67 The applicant was adamant in his evidence that apart from an amount of $5700 cash and a BMW motor bike, both seized from him by the police and held under a holding order since then, and one account with the ANZ Bank in which there is an amount of approximately $800, he has no assets, no income and no property of any kind.

68 On the other hand in cross-examination, the applicant conceded he may have bank accounts in false names - although he insisted there was no money in them. He said they had all been seized by the police or other authorities. He said he could not recall in which false names he had opened bank accounts. The same applied to credit card accounts.

69 He testified he had been employed by Mr Nekvapil from about 1998 until his arrest on 13 October 1999. He was totally vague about his income over that period. When pressed, he conceded he had received probably not more than 20 payments from Mr Nekvapil. These were not regular amounts and he was not on a wage. The payments were not calculated on any hourly, nor other fixed basis. He was paid whatever Mr Nekvapil thought appropriate depending upon the deal done by the applicant. He gave no elaboration of this, other than to say it could have been $2000 per month or substantially greater. He referred to various inventions, for instance a new design for a surfboard fin, fin plugs and a "Monster Mash" toy. These had been previously mentioned in evidence in support of his bail applications.

70 He referred to his work for Asia Team Holdings marketing various micro-chemical products for such purposes as waste disposal and fertiliser.

71 Although he said he had been working on that project for Asia Team Holdings since January 1998, the applicant said he was unable to remember any particular product which he was marketing.

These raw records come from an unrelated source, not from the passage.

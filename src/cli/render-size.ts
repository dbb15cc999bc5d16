/** The size study as a table for people. */
import type { SizeStudy, WidthEstimate } from '../plan/size-study-types.js';
import { fixed } from './output.js';
import { compactTable } from './table.js';

function width(value: WidthEstimate): string {
  return value.estimate === null ? 'unbounded' : fixed(value.estimate);
}

export function renderSize(study: SizeStudy): string {
  const { assumptions: a, goal } = study;
  const table = compactTable(
    ['players', 'reps', 'minutes', 'latency power', 'scale power', 'unusable', 'median width', 'p90 width', 'coverage', 'goal'],
    ['right', 'right', 'right', 'right', 'right', 'right', 'right', 'right', 'right', 'left'],
  );
  for (const row of study.rows) {
    table.push([
      String(row.participants),
      String(row.repetitions),
      row.session_minutes.toFixed(1),
      fixed(row.latency_power.estimate),
      fixed(row.scale_power.estimate),
      fixed(row.unusable.estimate),
      width(row.width_median),
      width(row.width_p90),
      row.coverage === null ? '-' : fixed(row.coverage.estimate),
      row.meets_goal ? 'met' : '-',
    ]);
  }
  const largestError = Math.max(...study.rows.map((row) => Math.max(row.latency_power.mc_se, row.scale_power.mc_se, row.unusable.mc_se)));
  const goalParts = [
    goal.interval_width === null ? null : `${goal.width_statistic === 'median' ? 'median' : '90th percentile'} width of the 90% interval of the scale at ${a.at_latency_ms} ms <= ${goal.interval_width}`,
    goal.latency_power === null ? null : `latency power >= ${goal.latency_power}`,
  ].filter((part) => part !== null);
  return [
    `${study.label ?? 'playtest'}: ${study.studies} simulated studies per size (seed ${study.seed})`,
    `assumed: ${a.source === 'pilot_model' ? `the pilot model ${a.pilot_model}` : 'entered effects'} (${a.link}); players' skill spread ${a.player_sd} on the link scale (${a.player_sd_source === 'default' ? 'the documented default' : a.player_sd_source === 'pilot_trials' ? "estimated from the pilot's trials" : 'from the plan'}); scale needed at ${a.at_latency_ms} ms (${String(a.at_difficulty)}): ${a.true_scale.toFixed(3)}`,
    `fitted as \`lagparity fit\` does: ${a.fitted_terms.join(', ')}, CR1 errors by player; Wald tests at alpha ${goal.alpha}`,
    table.toString(),
    `Shares (power, unusable, coverage) have Monte Carlo standard errors of at most ${largestError.toFixed(3)} (sqrt(p (1 - p) / ${study.studies}); a share of exactly 0 or 1 is within ${(3 / study.studies).toFixed(3)} of the truth at 95%, the rule of three). Widths are of the compensation scale's 90% interval (delta method); "unbounded" where the quantile falls on studies without a usable model.`,
    `goal: ${goalParts.join(' and ')}`,
    ...study.recommendations.map((entry) => `${entry.participants === null ? 'not met' : 'recommended'}: ${entry.note}`),
    study.recommended === null
      ? (study.closest?.message ?? 'no size meets the goal')
      : `=> ${study.recommended.participants} participants with ${study.recommended.repetitions} repetition(s) of each condition (${study.rows.find((row) => row.repetitions === study.recommended?.repetitions)?.session_minutes.toFixed(1)}-minute sessions)`,
  ].join('\n');
}
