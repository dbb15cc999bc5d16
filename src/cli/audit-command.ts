/** `lagparity audit`: the command's options and help; the run code (`audit-run.ts`) is loaded when it runs. */
import type { Command } from 'commander';
import { SWEEPABLE_RULES } from '../audit/sweepable-rules.js';
import type { AuditOptions } from './audit-run.js';

export function registerAudit(program: Command): void {
  program
    .command('audit')
    .description('Judge a rule set against lobbies: per-player table, lobby figures and a verdict (within or outside rules) with every reason.')
    .argument('<paths...>', 'lobby files (*.lobby.json), folders of them, or - for standard input')
    .requiredOption('--model <file>', 'model file (lagparity/model@1)')
    .requiredOption('--rules <file>', 'rules file (lagparity/rules@1) with the limits to judge')
    .option('--json', 'write one JSON document (lagparity/audit-result@2, or lagparity/audit-sweep@2 with --sweep; schemas in docs/schemas/) to stdout')
    .option('--format <style>', 'table (default) or markdown')
    .option('--sweep <spec>', `re-run the audit over one rule's values: RULE=FROM:TO:STEP or RULE=V1,V2 (rules: ${SWEEPABLE_RULES.join(', ')})`)
    .addHelpText(
      'after',
      `
Examples:
  lagparity audit matches --model matches/model.json --rules matches/league-rules.json
  lagparity audit matches --model matches/model.json --rules matches/league-rules.json --sweep scale_cap=1.2:2.0:0.1
  lagparity audit - --model matches/model.json --rules matches/league-rules.json --json < matches/even-5v5.lobby.json

Exit codes: 0 every lobby within rules; 1 some lobby outside rules; 2 bad input.
With --sweep: 0 when some swept value puts every lobby within rules (the smallest is marked *); 1 when none does.`,
    )
    .action(async (paths: string[], options: AuditOptions) => {
      const { runAudit } = await import('./audit-run.js');
      process.exitCode = await runAudit(paths, options);
    });
}
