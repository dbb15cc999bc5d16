/** `lagparity choose-server`, run (options and help: `choose-server-command.ts`). */
import { readJsonDocument } from '../io/read-json.js';
import { safeParseServerLobby } from '../formats/lobby.js';
import { serverChoiceDocument } from '../formats/result-documents.js';
import { loadModel, loadRules } from './inputs.js';
import { CAUTION, renderBalance } from './render-balance.js';
import { compactTable } from './table.js';
import { EXIT_BAD_INPUT, EXIT_OK, fixed, reportIssues, writeOut } from './output.js';

export interface ChooseServerOptions {
  model: string;
  rules?: string;
  json?: boolean;
}

export async function runChooseServer(file: string, options: ChooseServerOptions): Promise<number> {
  const [model, rules, lobby] = await Promise.all([loadModel(options.model), loadRules(options.rules), readJsonDocument(file, safeParseServerLobby)]);
  if (!model.ok || !rules.ok || !lobby.ok) {
    reportIssues([...(model.ok ? [] : model.issues), ...(rules.ok ? [] : rules.issues), ...(lobby.ok ? [] : lobby.issues)]);
    return EXIT_BAD_INPUT;
  }
  const choice = serverChoiceDocument(lobby.value, model.value, rules.value);
  if (options.json) {
    writeOut(JSON.stringify(choice, null, 2));
  } else {
    const table = compactTable(['server', 'status', 'worst gap', "Jain's index", 'mean latency ms', 'ineligible'], ['left', 'left', 'right', 'right', 'right', 'left']);
    for (const server of choice.servers) {
      table.push([server.server, server.status, fixed(server.worst_gap), fixed(server.jain, 4), server.mean_latency_ms === null ? '-' : server.mean_latency_ms.toFixed(1), server.ineligible.join(', ') || '-']);
    }
    const lines = [`${lobby.value.match_id}: servers ranked by what compensation leaves unequal`, table.toString(), `chosen: ${choice.status === 'chosen' ? choice.reason : `none (${choice.reason})`}`];
    if (choice.status === 'chosen') lines.push('', renderBalance(choice.best));
    writeOut(lines.join('\n'));
    process.stderr.write(`\n${CAUTION}\n`);
  }
  if (choice.status === 'rejected') {
    reportIssues(choice.issues);
    return EXIT_BAD_INPUT;
  }
  return EXIT_OK;
}
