/** `lagparity plan size`, run: simulate playtests of each size, fit each, and recommend the smallest size that meets the goal (options and help: `plan-command.ts`). */
import { basename } from 'node:path';
import { type Issue, type Result, error, fail, ok, warning } from '../issues.js';
import { readTrialsFile } from '../io/read-trials.js';
import { writeFileAtomic } from '../io/write-file.js';
import type { ValidPlan } from '../formats/plan.js';
import type { FieldLocator } from '../plan/size-study.js';
import { type AssumedModel, assumeEnteredEffects, assumePilotModel } from '../plan/assumed-model.js';
import { playerSpreadFromTrials } from '../plan/player-spread.js';
import { runStudies } from '../plan/run-studies.js';
import { DEFAULT_PLAYER_SD, type PlayerSpread, assembleSizeStudy, prepareSizeStudy } from '../plan/size-study.js';
import { loadModel } from './inputs.js';
import { EXIT_BAD_INPUT, EXIT_FAILED_CHECK, EXIT_OK, reportIssues, writeOut } from './output.js';
import { type PlanFieldOptions, type SizeFieldOptions, loadPlan } from './plan-inputs.js';
import { threadCount } from './thread-count.js';
import { progressLine } from './progress.js';

export interface SizeOptions extends PlanFieldOptions, SizeFieldOptions {
  pilotModel?: string;
  pilotTrials?: string;
  threads?: string;
  json?: boolean;
  out?: string;
  force?: boolean;
}

async function assumedModel(plan: ValidPlan, where: FieldLocator, pilotModel: string | undefined): Promise<Result<AssumedModel>> {
  const effects = plan.size_study?.effects ?? null;
  if (pilotModel !== undefined) {
    const model = await loadModel(pilotModel);
    if (!model.ok) return model;
    const assumed = assumePilotModel(model.value, plan, basename(pilotModel), where);
    if (!assumed.ok || effects === null) return assumed;
    return ok(assumed.value, [warning('effects_unused', where('size_study.effects'), 'the size study takes its coefficients from `--pilot-model`; the plan\'s entered effects are not used')]);
  }
  if (effects === null) {
    return fail([error('missing_field', where('size_study.effects'), 'the size study requires assumed coefficients: a pilot model (`--pilot-model`) or entered effects (`size_study.effects`, or `--hit-rate`, `--change-per-100ms` and `--scale-hit-rate`), got neither')]);
  }
  return assumeEnteredEffects(effects, plan, where);
}

async function playerSpread(plan: ValidPlan, where: FieldLocator, truth: AssumedModel, pilotTrials: string | undefined): Promise<Result<PlayerSpread>> {
  const given = plan.size_study?.player_sd ?? null;
  if (given !== null) {
    const unused = pilotTrials === undefined ? [] : [warning('pilot_trials_unused', where('size_study.player_sd'), `the players' skill spread is given (${given}); \`--pilot-trials\` is not used`)];
    return ok({ value: given, source: 'plan' }, unused);
  }
  if (pilotTrials === undefined) return ok({ value: DEFAULT_PLAYER_SD, source: 'default' });
  const trials = await readTrialsFile(pilotTrials);
  if (!trials.ok) return trials;
  const spread = playerSpreadFromTrials(trials.value, truth.terms, truth.link);
  if (!spread.ok) return spread;
  return ok({ value: spread.value.sd, source: 'pilot_trials' }, trials.warnings);
}

export async function runSize(path: string | undefined, options: SizeOptions): Promise<number> {
  const issues: Issue[] = [];
  const threads = threadCount(options.threads, issues);
  const loaded = await loadPlan(path, options);
  if (!loaded.ok || issues.length > 0) {
    reportIssues([...issues, ...(loaded.ok ? [] : loaded.issues)]);
    return EXIT_BAD_INPUT;
  }
  const { plan, where } = loaded.value;
  const truth = await assumedModel(plan, where, options.pilotModel);
  const spread = truth.ok ? await playerSpread(plan, where, truth.value, options.pilotTrials) : null;
  if (!truth.ok || spread === null || !spread.ok) {
    reportIssues([...(truth.ok ? [] : truth.issues), ...(spread !== null && !spread.ok ? spread.issues : [])]);
    return EXIT_BAD_INPUT;
  }
  const prepared = prepareSizeStudy(plan, truth.value, spread.value, options.pilotModel ?? null, where);
  if (!prepared.ok) {
    reportIssues(prepared.issues);
    return EXIT_BAD_INPUT;
  }
  reportIssues([...truth.warnings, ...spread.warnings, ...prepared.value.warnings]);
  const progress = progressLine('lagparity plan size');
  let records: Float64Array[];
  try {
    records = await runStudies(prepared.value.simulation, prepared.value.sizes, prepared.value.studies, {
      threads,
      onProgress: (done, total) => progress.update(() => `${done} of ${total} simulated studies fitted`),
    });
  } finally {
    progress.done();
  }
  const study = assembleSizeStudy(prepared.value, records);
  let exit = EXIT_OK;
  if (study.status === 'goal_not_met') {
    exit = EXIT_FAILED_CHECK;
    const field = plan.size_study?.goal.interval_width !== null ? 'size_study.goal.interval_width' : 'size_study.goal.latency_power';
    reportIssues([
      error(
        'goal_not_met',
        where(field),
        `the goal requires a size that meets it, got none from ${plan.size_study?.players.from} to ${plan.size_study?.players.to} participants; ${study.closest?.message ?? ''}; widen \`players\`, add repetitions, or relax the goal${options.out === undefined ? '' : `; nothing was written to ${options.out}`}`,
      ),
    ]);
  } else if (options.out !== undefined) {
    const written = await writeFileAtomic(options.out, `${JSON.stringify(study, null, 2)}\n`, { force: options.force ?? false });
    if (!written.ok) {
      reportIssues(written.issues);
      exit = EXIT_BAD_INPUT;
    }
  }
  if (options.json) writeOut(JSON.stringify(study, null, 2));
  else {
    const { renderSize } = await import('./render-size.js');
    writeOut(renderSize(study) + (exit === EXIT_OK && options.out !== undefined ? `\nwrote ${options.out}` : ''));
  }
  return exit;
}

72 He agreed that he had been involved in various companies. He acknowledged one was Red Water Enterprises, but said that was the only one he could think of. He said he could not recall if that company had a bank account, although investors did contribute to it. He said he was doing the organisation of the company, which leased a silver Lexus vehicle in New South Wales which he drove. He said the vehicle was eventually sold but the sale proceeds only covered the balance outstanding on the lease.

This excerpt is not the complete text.